• _Material provided_
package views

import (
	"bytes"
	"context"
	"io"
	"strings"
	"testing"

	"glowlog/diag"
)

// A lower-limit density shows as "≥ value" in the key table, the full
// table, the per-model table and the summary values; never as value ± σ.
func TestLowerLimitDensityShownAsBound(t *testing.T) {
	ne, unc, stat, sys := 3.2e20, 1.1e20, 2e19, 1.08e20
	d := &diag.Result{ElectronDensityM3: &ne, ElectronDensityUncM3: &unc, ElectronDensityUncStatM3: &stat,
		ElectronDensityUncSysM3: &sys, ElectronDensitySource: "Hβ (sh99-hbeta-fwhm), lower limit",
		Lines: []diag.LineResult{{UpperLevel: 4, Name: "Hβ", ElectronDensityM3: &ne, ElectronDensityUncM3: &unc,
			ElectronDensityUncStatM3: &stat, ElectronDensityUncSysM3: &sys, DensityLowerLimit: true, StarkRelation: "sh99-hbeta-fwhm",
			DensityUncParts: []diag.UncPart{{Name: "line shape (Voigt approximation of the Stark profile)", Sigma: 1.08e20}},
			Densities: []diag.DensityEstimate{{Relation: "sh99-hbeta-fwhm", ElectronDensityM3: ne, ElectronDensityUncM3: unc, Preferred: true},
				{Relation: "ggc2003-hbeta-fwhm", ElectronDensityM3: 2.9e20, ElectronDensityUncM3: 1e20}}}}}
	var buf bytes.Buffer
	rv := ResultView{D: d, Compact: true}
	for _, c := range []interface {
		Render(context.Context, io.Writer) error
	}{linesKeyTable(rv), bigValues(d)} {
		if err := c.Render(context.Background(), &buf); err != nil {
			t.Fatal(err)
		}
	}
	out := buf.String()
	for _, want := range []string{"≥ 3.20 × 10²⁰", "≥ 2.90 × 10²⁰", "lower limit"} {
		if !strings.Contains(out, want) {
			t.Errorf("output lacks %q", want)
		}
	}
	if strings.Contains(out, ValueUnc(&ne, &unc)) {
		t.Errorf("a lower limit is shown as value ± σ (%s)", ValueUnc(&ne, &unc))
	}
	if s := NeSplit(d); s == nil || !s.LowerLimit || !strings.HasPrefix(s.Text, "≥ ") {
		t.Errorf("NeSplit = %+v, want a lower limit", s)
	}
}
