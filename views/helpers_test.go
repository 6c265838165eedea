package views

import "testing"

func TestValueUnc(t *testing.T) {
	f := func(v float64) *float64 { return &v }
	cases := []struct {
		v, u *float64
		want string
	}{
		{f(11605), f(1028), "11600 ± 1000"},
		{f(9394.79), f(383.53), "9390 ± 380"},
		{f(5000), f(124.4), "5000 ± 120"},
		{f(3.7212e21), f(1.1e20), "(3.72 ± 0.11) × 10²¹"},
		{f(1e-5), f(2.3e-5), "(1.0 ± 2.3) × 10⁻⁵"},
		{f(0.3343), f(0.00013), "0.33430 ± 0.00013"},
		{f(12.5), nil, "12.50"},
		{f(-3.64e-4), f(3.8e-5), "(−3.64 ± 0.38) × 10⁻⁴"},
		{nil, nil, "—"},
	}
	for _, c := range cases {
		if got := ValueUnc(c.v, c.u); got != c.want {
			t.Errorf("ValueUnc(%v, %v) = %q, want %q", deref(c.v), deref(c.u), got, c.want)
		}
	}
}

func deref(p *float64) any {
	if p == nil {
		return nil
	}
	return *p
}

• _Task requirements_
Write out every entry above, word for word.

• _Result_
package views

import (
	"bytes"
	"context"
	"io"
	"strings"
	"testing"

	"glowlog/diag"
)

// A lower-limit density shows as "≥ value" in the key table, the full
// table, the per-model table and the summary values; never as value ± σ.
func TestLowerLimitDensityShownAsBound(t *testing.T) {
	ne, unc, stat, sys := 3.2e20, 1.1e20, 2e19, 1.08e20
	d := &diag.Result{ElectronDensityM3: &ne, ElectronDensityUncM3: &unc, ElectronDensityUncStatM3: &stat,
		ElectronDensityUncSysM3: &sys, ElectronDensitySource: "Hβ (sh99-hbeta-fwhm), lower limit",
		Lines: []diag.LineResult{{UpperLevel: 4, Name: "Hβ", ElectronDensityM3: &ne, ElectronDensityUncM3: &unc,
			ElectronDensityUncStatM3: &stat, ElectronDensityUncSysM3: &sys, DensityLowerLimit: true, StarkRelation: "sh99-hbeta-fwhm",
			DensityUncParts: []diag.UncPart{{Name: "line shape (Voigt approximation of the Stark profile)", Sigma: 1.08e20}},
			Densities: []diag.DensityEstimate{{Relation: "sh99-hbeta-fwhm", ElectronDensityM3: ne, ElectronDensityUncM3: unc, Preferred: true},
				{Relation: "ggc2003-hbeta-fwhm", ElectronDensityM3: 2.9e20, ElectronDensityUncM3: 1e20}}}}}
	var buf bytes.Buffer
	rv := ResultView{D: d, Compact: true}
	for _, c := range []interface {
		Render(context.Context, io.Writer) error
	}{linesKeyTable(rv), bigValues(d)} {
		if err := c.Render(context.Background(), &buf); err != nil {
			t.Fatal(err)
		}
	}
	out := buf.String()
	for _, want := range []string{"≥ 3.20 × 10²⁰", "≥ 2.90 × 10²⁰", "lower limit"} {
		if !strings.Contains(out, want) {
			t.Errorf("output lacks %q", want)
		}
	}
	if strings.Contains(out, ValueUnc(&ne, &unc)) {
		t.Errorf("a lower limit is shown as value ± σ (%s)", ValueUnc(&ne, &unc))
	}
	if s := NeSplit(d); s == nil || !s.LowerLimit || !strings.HasPrefix(s.Text, "≥ ") {
		t.Errorf("NeSplit = %+v, want a lower limit", s)
	}
}
filename views/helpers_test.go
repository 6c265838165eedea
package views

import "testing"

func TestValueUnc(t *testing.T) {
	f := func(v float64) *float64 { return &v }
	cases := []struct {
		v, u *float64
		want string
	}{
		{f(11605), f(1028), "11600 ± 1000"},
		{f(9394.79), f(383.53), "9390 ± 380"},
		{f(5000), f(124.4), "5000 ± 120"},
		{f(3.7212e21), f(1.1e20), "(3.72 ± 0.11) × 10²¹"},
		{f(1e-5), f(2.3e-5), "(1.0 ± 2.3) × 10⁻⁵"},
		{f(0.3343), f(0.00013), "0.33430 ± 0.00013"},
		{f(12.5), nil, "12.50"},
		{f(-3.64e-4), f(3.8e-5), "(−3.64 ± 0.38) × 10⁻⁴"},
		{nil, nil, "—"},
	}
	for _, c := range cases {
		if got := ValueUnc(c.v, c.u); got != c.want {
			t.Errorf("ValueUnc(%v, %v) = %q, want %q", deref(c.v), deref(c.u), got, c.want)
		}
	}
}

func deref(p *float64) any {
	if p == nil {
		return nil
	}
	return *p
}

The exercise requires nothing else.